#### [Directions for this task]
Each line of the records that holds the word "changes" should be copied out.

#### [Records to use]
++++++
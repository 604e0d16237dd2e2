"""The plant's own panel: one command per line, one answer per command.

A person (or the process that started the plant) does here what a remote client may not: enable and
stop, the watch entries, the faults.  ``COMMANDS`` is the list; ``help`` prints it.
"""

import shlex
from collections.abc import Callable, Sequence
from dataclasses import asdict, dataclass, replace
from math import isfinite

from simulator.block import Mode
from simulator.faults import FAULTS, BadFault, WireFaults, clear_all, strike
from simulator.loop import SETTINGS, Loop, WriteRefused
from simulator.plc import Plc

Answer = dict[str, object]


class BadCommand(ValueError):
    """A command that can't be carried out; the text says why."""


@dataclass(frozen=True, slots=True)
class Command:
    """How a command is written after its name, what it does, and the code that does it."""

    usage: str
    meaning: str
    carry_out: Callable[["Panel", Sequence[str]], Answer]


class Panel:
    """The panel of one plant."""

    def __init__(self, plc: Plc, wire: WireFaults) -> None:
        self.plc = plc
        self.wire = wire
        self.is_left = False
        """Whether ``quit`` was given."""

    def answer(self, line: str) -> Answer:
        """Carry out one line.  The answer always has ``ok``, and ``error`` when that is false."""
        try:
            words = shlex.split(line)
            if not words or words[0] not in COMMANDS:
                raise BadCommand(f"no such command; known: {', '.join(COMMANDS)}")
            return {"ok": True, **COMMANDS[words[0]].carry_out(self, words[1:])}
        except IndexError:
            usage = f"{words[0]} {COMMANDS[words[0]].usage}"
            return {"ok": False, "error": f"something is missing; write: {usage}"}
        except (BadFault, WriteRefused, ValueError) as reason:
            return {"ok": False, "error": str(reason)}

    def loop(self, name: str) -> Loop:
        """The loop called ``name``.  Raises ``BadCommand`` with the names there are."""
        if name not in self.plc.loops:
            raise BadCommand(f"no loop {name}; known: {', '.join(self.plc.loops)}")
        return self.plc.loops[name]

    def enable(self, words: Sequence[str]) -> Answer:
        """Press the enable button."""
        self.loop(words[0]).press_enable()
        return {}

    def stop(self, words: Sequence[str]) -> Answer:
        """Press the stop button; it stays in."""
        self.loop(words[0]).is_stop_pressed = True
        return {}

    def unstop(self, words: Sequence[str]) -> Answer:
        """Pull the stop button out again."""
        self.loop(words[0]).is_stop_pressed = False
        return {}

    def mode(self, words: Sequence[str]) -> Answer:
        """Change the mode by its name."""
        loop, name = self.loop(words[0]), words[1].upper()
        if name not in Mode.__members__:
            raise BadCommand(f"no mode {words[1]}; known: {', '.join(Mode.__members__)}")
        if Mode[name] is Mode.CAS and not loop.has_cascade_master:
            raise BadCommand(f"{words[0]} has no cascade master")
        loop.block.mode = Mode[name]
        return {"mode": name}

    def sp(self, words: Sequence[str]) -> Answer:
        """Change the setpoint (engineering units)."""
        loop, sp_eu = self.loop(words[0]), _number(words[1])
        if not loop.spec.pv_low_eu <= sp_eu <= loop.spec.pv_high_eu:
            raise BadCommand(f"sp must lie between {loop.spec.pv_low_eu:g} and {loop.spec.pv_high_eu:g}")
        loop.block.sp_pct = loop.spec.to_pct(sp_eu)
        return {"sp_eu": loop.sp_eu}

    def op(self, words: Sequence[str]) -> Answer:
        """Move the output in manual (percent)."""
        loop, op_pct = self.loop(words[0]), _number(words[1])
        if loop.block.mode is not Mode.MAN:
            raise BadCommand(f"{words[0]} is in {loop.block.mode.name}: put it in MAN first")
        loop.block.hold(op_pct)
        return {"op_pct": loop.block.op_pct}

    def settings(self, words: Sequence[str]) -> Answer:
        """Change settings, in the block's own units."""
        loop = self.loop(words[0])
        changes = {}
        for word in words[1:]:
            name, _, number = word.partition("=")
            if name not in SETTINGS:
                raise BadCommand(f"no setting {name}; write gain=.., integral=.., derivative=..")
            changes[name] = _number(number)
        loop.block.settings = replace(loop.block.settings, **changes)
        return asdict(loop.block.settings)

    def watch(self, words: Sequence[str]) -> Answer:
        """Set a watch entry."""
        loop, name, number = self.loop(words[0]), words[1], int(words[2])
        if name not in loop.watch:
            raise BadCommand(f"{words[0]} has no watch entry {name}; known: {', '.join(loop.watch) or 'none'}")
        if not 0 <= number <= 65535:
            raise BadCommand("a watch entry lies between 0 and 65535")
        loop.watch[name] = number
        return {name: number}

    def fault(self, words: Sequence[str]) -> Answer:
        """Switch a fault on."""
        strike(self.wire, self.plc, words)
        return {}

    def clear_faults(self, _words: Sequence[str]) -> Answer:
        """Switch all faults off."""
        clear_all(self.wire, self.plc)
        return {}

    def state(self, words: Sequence[str]) -> Answer:
        """What one loop, or the whole plant, looks like now."""
        if words:
            return self._loop_state(self.loop(words[0]))
        return {
            "t_s": self.plc.t_s,
            "plc_clock_ms": self.plc.clock_ms,
            "boot_count": self.plc.boot_count,
            "scan_count": self.plc.scan_count,
            "skipped_scans": self.plc.skipped_scans,
            "is_in_stop": self.plc.is_in_stop,
            "loops": {name: self._loop_state(loop) for name, loop in self.plc.loops.items()},
        }

    def quit(self, _words: Sequence[str]) -> Answer:
        """Leave; the plant ends."""
        self.is_left = True
        return {}

    def help(self, _words: Sequence[str]) -> Answer:
        """All commands and faults."""
        return {
            "commands": {f"{name} {command.usage}".rstrip(): command.meaning for name, command in COMMANDS.items()},
            "faults": {f"fault {name} {fault.usage}".rstrip(): fault.meaning for name, fault in FAULTS.items()},
        }

    def _loop_state(self, loop: Loop) -> Answer:
        readings = {name: reading if isfinite(reading) else None for name, reading in loop.readings().items()}
        return {
            **readings,
            "mode": loop.block.mode.name,
            "guard_state": loop.guard.state.name.lower().replace("_", " "),
            "pv_pct": loop.transmitter.reading_pct if isfinite(loop.transmitter.reading_pct) else None,
            "true_pv_pct": loop.process.output_pct,
            "valve_pct": loop.valve.position_pct,
            "transmitter": loop.transmitter.fault.value,
            "valve": loop.valve.fault.value,
        }


def _number(word: str) -> float:
    try:
        number = float(word)
    except ValueError:
        raise BadCommand(f"{word!r} is no number") from None
    if not isfinite(number):
        raise BadCommand(f"{word!r} is no finite number")
    return number


COMMANDS: dict[str, Command] = {
    "enable": Command("LOOP", "press enable: a permission for a limited time", Panel.enable),
    "stop": Command("LOOP", "press stop: the guard gives the loop back at once", Panel.stop),
    "unstop": Command("LOOP", "pull stop out again", Panel.unstop),
    "mode": Command("LOOP MAN|AUTO|CAS", "change the mode", Panel.mode),
    "sp": Command("LOOP EU", "change the setpoint", Panel.sp),
    "op": Command("LOOP PERCENT", "move the output in manual", Panel.op),
    "settings": Command("LOOP [gain=N] [integral=N] [derivative=N]", "change settings", Panel.settings),
    "watch": Command("LOOP NAME NUMBER", "set a watch entry", Panel.watch),
    "fault": Command("NAME [ARGUMENTS]", "switch a fault on", Panel.fault),
    "clear-faults": Command("", "switch all faults off", Panel.clear_faults),
    "state": Command("[LOOP]", "what the loop or the plant looks like now", Panel.state),
    "help": Command("", "this list", Panel.help),
    "quit": Command("", "end the plant", Panel.quit),
}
++++++
#### [Result of this task]
        changes = {}
            changes[name] = _number(number)
        loop.block.settings = replace(loop.block.settings, **changes)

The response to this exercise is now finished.